“Sebab itu Aku berkata kepadamu yang banyak itu telah diampuni, sebab ia
telah banyak berbuat kasih. Tetapi orang yang sedikit diampuni, sedikit
juga ia berbuat kasih.” Luk 7:47
Saudaraku terkasih, bacaan injil
Lukas 7:36-50 berbicara mengenai kisah Yesus yang diurapi oleh perempuan
berdosa. Pada suatu hari, Simon orang Farisi mengundang Yesus untuk
makan di rumahnya. Yesus pun datang. Di kota itu ada seorang perempuan
yang berdosa. Ketika ia mendengar kedatangan Yesus ke rumah Simon, dia
pun datang membawa buli-buli pualam berisi minyak wangi. Dia mendekati
Yesus dari belakang, lalu menangis hingga membasahi kaki Yesus dengan
air matanya. Kemudian, ia pun menyeka kaki Yesus dengan rambutnya. Lalu
ia mencium kaki Yesus dan meminyaki dengan minyak wangi yang sudah ia
bawa. Di akhir kisah, Tuhan berkata : “Dosamu telah diampuni...Imanmu
telah menyelamatkan engkau,…. (ay 48,50).
Saudara, orang yang menyadari dan mengakui dosa-dosaNya sudah diampuni, dan penghargaan akan pengampunan itu akan berbuah kasih yang besar pula pada sesama. “Tetapi hendaklah kamu ramah seorang terhadap yang lain, penuh kasih mesra dan saling mengampuni, sebagaimana Allah di dalam Kristus telah mengampuni kamu.” (Efesus 4:32). Hal yang diperlukan adalah pengakuan dan pertobatan kita, disertai sebuah komitmen untuk tidak lagi mengulangi hal yang sama. “Korban sembelihan kepada Allah ialah jiwa yang hancur; hati yang patah dan remuk tidak akan Kaupandang hina, ya Allah.” (Mazmur 51:19). Artinya, Tuhan tidak berkenan kepada korban sembelihan dan korban bakaran tetapi Dia berkenan kepada hati yang hancur. Hati yang disentuh atau dijamah dalam suatu pertobatan, penyesalan, kerendahan hati, kesungguhan hati datang kepada Tuhan, itulah yang menjadi syarat untuk datang kepada Tuhan.

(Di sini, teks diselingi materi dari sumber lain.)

// The window's structure views without a GPU: MapView colouring by outside measures and groups,
// and the Structure panel's look (helper thread) and suspect choice, over MockRenderer.
#include <doctest/doctest.h>

#include <cmath>

#include "tests/approx.h"
#include "viewer/scene/map_feed.h"
#include "viewer/scene/map_view.h"
#include "viewer/panels/panel_structure.h"
#include "viewer/scene/renderer.h"
#include "viewer/cli/synthetic_collection.h"

using namespace kith;

namespace {
struct Rig {
  Collection collection = synthetic_collection(240, 4);
  MockRenderer renderer;
  StillFeed feed{collection.ids, rough_positions(collection)};
  MapView view{collection, renderer};
  Rig() {
    view.camera().set_viewport(1000, 700);
    view.set_snapshot(feed.latest());
    view.frame(0.f, 1000, 700);
  }
};
}  // namespace

TEST_CASE("map view colours by an outside measure and by groups, with legends") {
  Rig r;
  std::vector<float> m(r.collection.size(), 0.f);
  m[5] = 2.f;
  m[6] = std::nanf("");
  r.view.set_measure("suspect score", "", m);
  r.view.frame(0.f, 1000, 700);
  CHECK(r.view.options().colour_by.kind == ColourKind::kMeasure);
  CHECK(r.view.colour_title() == "suspect score");
  const Rgb top = r.view.palette().ramp(1.f), low = r.view.palette().ramp(0.f), muted = r.view.palette().muted;
  CHECK(r.view.colour_of(5).r == doctest::Approx(top.r));
  CHECK(r.view.colour_of(0).g == doctest::Approx(low.g));
  CHECK(r.view.colour_of(6).b == doctest::Approx(muted.b));
  // Five stops from 0 to the largest value, then the items with no value.
  REQUIRE(r.view.legend().size() == 6);
  CHECK(r.view.legend()[4].label == "2");
  CHECK(r.view.legend().back().label == "no value");
  CHECK(r.view.legend().back().count == 1);

  std::vector<int> g(r.collection.size(), -1);
  for (size_t i = 0; i < 100; ++i) g[i] = int(i % 2);
  r.view.set_groups("groups", g, {"group 1", "group 2"});
  r.view.frame(0.f, 1000, 700);
  CHECK(r.view.options().colour_by.kind == ColourKind::kGroup);
  REQUIRE(r.view.legend().size() == 3);
  CHECK(r.view.legend()[0].count == 50);
  CHECK(r.view.legend()[2].label == "no group");
  CHECK(r.view.legend()[2].count == r.collection.size() - 100);
  CHECK(r.view.colour_of(1).r == doctest::Approx(r.view.palette().category(1).r));
}

TEST_CASE("structure panel: a look on a helper thread, then choosing a suspect selects it and its neighbours") {
  Rig r;
  StructurePanel panel(r.collection, r.view);
  panel.look();
  CHECK(panel.busy());
  panel.finish_look();
  REQUIRE(panel.findings() != nullptr);
  const MapFindings& f = *panel.findings();
  CHECK(f.map_graph.n == r.collection.size());
  CHECK(f.have_suspects == !r.collection.tags.empty());
  REQUIRE(!f.suspects.ranking.empty());
  const int top = f.suspects.ranking.front();
  panel.choose_suspect(top);
  CHECK(r.view.selection().items().front() == top);
  CHECK(r.view.selection().size() == 11);  // the suspect and its 10 map neighbours
  for (size_t k = 0; k < 10; ++k) CHECK(r.view.selection().contains(f.map_graph.index[size_t(top) * f.map_graph.k + k]));
}

TEST_CASE("structure panel: the judgment-free reference map and the displacement from it") {
  Rig r;
  StructurePanel panel(r.collection, r.view);
  panel.fit_reference();
  panel.finish_reference();
  const Displacement* d = panel.displacement();
  REQUIRE(d != nullptr);
  REQUIRE(d->distance.size() == r.collection.size());
  // The still map is not the fitted one, so items moved; the ranking is by distance.
  CHECK(d->distance[size_t(d->ranking.front())] >= d->distance[size_t(d->ranking.back())]);
  CHECK(d->alignment.scale > 0.0);
}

Sukacita sejati digambarkan oleh Maria Magdalena yang bertekad untuk membalas kasih dan kebaikan Tuhan itu dengan turut ambil bagian dalam pelayanan pekerjaan Tuhan. Bahkan ia rela berkorban dengan memberikan apa yang dimiliki sebagai wujud kasihnya kepada Tuhan. Dengan demikian, sukacita sejati adalah memberikan diri dan mengasihi. Bentuk kasih apa yang hendak kita wujudkan kepada Tuhan dan sesama? Persoalannya adalah: beranikah / maukah saudara menghadapi tantangan itu dan tetap melakukan tindakan kasih saudara? (Frater).